(Provided records Opens)

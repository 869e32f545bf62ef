import { z } from 'zod'

/**
 * The shop's price book as it crosses the wire. Money is in integer minor units (cents) of SHOP_CURRENCY.
 *
 * What each kind prices, and what its key means:
 * - gas: a gas of the library (key = gas id), per standard cubic metre at 15 °C and 101.325 kPa ('m3-15C')
 *   or per kilogram ('kg').
 * - rental: cylinder rental per day (key = water-volume class in litres, e.g. "50L"); a cylinder is charged at
 *   the smallest class that holds it.
 * - certification: fee per cylinder for a certification class (key = the class's relative expanded uncertainty
 *   in %, k = 2, e.g. "1"); a line is charged at the loosest class that still meets the uncertainty asked for.
 * - surcharge: hazardous-material surcharge per cylinder (key = hazard: flammable, oxidising, toxic — the
 *   transport divisions 2.1, 5.1 subsidiary and 2.3 of the finished mixture — or reactive, see below).
 */
export const SHOP_CURRENCY = 'EUR'

export const PRICE_KINDS = ['gas', 'rental', 'certification', 'surcharge'] as const
export const PriceKindSchema = z.enum(PRICE_KINDS)
export type PriceKind = z.infer<typeof PriceKindSchema>

export const PRICE_UNITS = ['m3-15C', 'kg', 'day', 'cylinder'] as const
export const PriceUnitSchema = z.enum(PRICE_UNITS)
export type PriceUnit = z.infer<typeof PriceUnitSchema>

/** Standard conditions of every gas price per cubic metre; printed next to each standard volume. */
export const PRICE_VOLUME_REFERENCE_LABEL = '15 °C, 101.325 kPa'

export const PRICE_UNIT_LABEL: Record<PriceUnit, string> = {
  'm3-15C': `per m³ at ${PRICE_VOLUME_REFERENCE_LABEL}`,
  kg: 'per kg',
  day: 'per cylinder per day',
  cylinder: 'per cylinder',
}

export const PRICE_KIND_LABEL: Record<PriceKind, string> = {
  gas: 'Gases',
  rental: 'Cylinder rental',
  certification: 'Certification',
  surcharge: 'Hazardous-material surcharges',
}

/** The units each kind may use. */
export const UNITS_BY_KIND: Record<PriceKind, readonly PriceUnit[]> = {
  gas: ['m3-15C', 'kg'],
  rental: ['day'],
  certification: ['cylinder'],
  surcharge: ['cylinder'],
}

/**
 * Surcharge keys. The first three follow the transport classification of the finished mixture; 'reactive'
 * covers a toxic or corrosive component in a mixture that is not itself toxic for transport (treated
 * cylinder, conditioning, residual-gas disposal — common practice, no source).
 */
export const HAZARD_SURCHARGE_KEYS = ['flammable', 'oxidising', 'toxic', 'reactive'] as const
export const HazardSurchargeKeySchema = z.enum(HAZARD_SURCHARGE_KEYS)
export type HazardSurchargeKey = z.infer<typeof HazardSurchargeKeySchema>
export const HAZARD_LABEL: Record<HazardSurchargeKey, string> = {
  flammable: 'Flammable mixture (transport division 2.1)',
  oxidising: 'Oxidising mixture (subsidiary hazard 5.1)',
  toxic: 'Toxic mixture (transport division 2.3)',
  reactive: 'Toxic or corrosive component (treated cylinder, residual-gas disposal)',
}

const RENTAL_KEY = /^\d{1,4}(\.\d{1,2})?L$/
const CERTIFICATION_KEY = /^\d{1,2}(\.\d{1,3})?$/

/** Litres of a rental class key ("50L" → 50). */
export function rentalClassLitres(key: string): number {
  return Number(key.slice(0, -1))
}
/** Relative expanded uncertainty (%) of a certification class key ("0.5" → 0.5). */
export function certificationClassPct(key: string): number {
  return Number(key)
}

/**
 * Checks that the key fits its kind. Gas ids are checked by the caller against the gas library (see
 * `isPriceableGas` in quote.ts) so this schema stays free of the physics core.
 */
function checkKey(kind: PriceKind, key: string): string | null {
  switch (kind) {
    case 'gas':
      return /^[a-z0-9-]{1,64}$/.test(key) ? null : 'Use the gas id from the gas library (e.g. carbon-dioxide).'
    case 'rental':
      return RENTAL_KEY.test(key) && rentalClassLitres(key) > 0 ? null : 'Use the cylinder water volume class, e.g. 50L.'
    case 'certification':
      return CERTIFICATION_KEY.test(key) && certificationClassPct(key) > 0 ? null : 'Use the relative expanded uncertainty of the class in %, e.g. 1 or 0.5.'
    case 'surcharge':
      return (HAZARD_SURCHARGE_KEYS as readonly string[]).includes(key) ? null : `Use one of: ${HAZARD_SURCHARGE_KEYS.join(', ')}.`
  }
}

/** 1 000 000.00 in the shop currency: a sanity ceiling for one price-book line. */
export const MAX_PRICE_MINOR = 100_000_000

export const PriceEntryInputSchema = z
  .strictObject({
    kind: PriceKindSchema,
    key: z.string().trim().min(1, 'Enter the key').max(64),
    label: z.string().trim().min(1, 'Enter a label').max(200),
    unit: PriceUnitSchema,
    priceMinor: z.number().int('Whole cents only').min(0, 'A price cannot be negative').max(MAX_PRICE_MINOR),
  })
  .superRefine((entry, ctx) => {
    const keyProblem = checkKey(entry.kind, entry.key)
    if (keyProblem) ctx.addIssue({ code: 'custom', path: ['key'], message: keyProblem })
    if (!UNITS_BY_KIND[entry.kind].includes(entry.unit)) {
      ctx.addIssue({
        code: 'custom',
        path: ['unit'],
        message: `A ${entry.kind} price is ${UNITS_BY_KIND[entry.kind].map((u) => PRICE_UNIT_LABEL[u]).join(' or ')}.`,
      })
    }
  })
export type PriceEntryInput = z.infer<typeof PriceEntryInputSchema>

export const PriceEntrySchema = z.object({
  id: z.number().int(),
  kind: PriceKindSchema,
  key: z.string(),
  label: z.string(),
  unit: PriceUnitSchema,
  priceMinor: z.number().int(),
  currency: z.string(),
  updatedAt: z.string(),
})
export type PriceEntry = z.infer<typeof PriceEntrySchema>

/** The whole book: few dozen lines, fetched at once (the quote screen prices in the browser with it). */
export const PriceBookSchema = z.object({
  currency: z.string(),
  entries: z.array(PriceEntrySchema),
})
export type PriceBook = z.infer<typeof PriceBookSchema>

export const PriceIdParamsSchema = z.strictObject({ id: z.coerce.number().int().positive() })

/** "€1,234.56" — minor units to a display string in the given currency. */
export function formatMoney(minor: number, currency: string = SHOP_CURRENCY): string {
  return new Intl.NumberFormat('en-GB', { style: 'currency', currency, minimumFractionDigits: 2, maximumFractionDigits: 2 }).format(minor / 100)
}

/** "1234.56" → 123456 (minor units); null when not a money amount with at most two decimals. */
export function parseMoneyToMinor(text: string): number | null {
  const t = text.trim().replace(/[,\s]/g, '')
  if (!/^\d+(\.\d{0,2})?$/.test(t)) return null
  const [whole, frac = ''] = t.split('.')
  return Number(whole) * 100 + Number(frac.padEnd(2, '0'))
}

(Provided records Closes)

Description of the task -> The range runs from the line above containing "cylinder is charged at" to the line containing "export const SHOP_CURRENCY = 'EUR'", inclusive. Restate those lines word for word and no others.

Response below ->
 * - rental: cylinder rental per day (key = water-volume class in litres, e.g. "50L"); a cylinder is charged at
 *   the smallest class that holds it.
 * - certification: fee per cylinder for a certification class (key = the class's relative expanded uncertainty
 *   in %, k = 2, e.g. "1"); a line is charged at the loosest class that still meets the uncertainty asked for.
 * - surcharge: hazardous-material surcharge per cylinder (key = hazard: flammable, oxidising, toxic — the
 *   transport divisions 2.1, 5.1 subsidiary and 2.3 of the finished mixture — or reactive, see below).
 */
export const SHOP_CURRENCY = 'EUR'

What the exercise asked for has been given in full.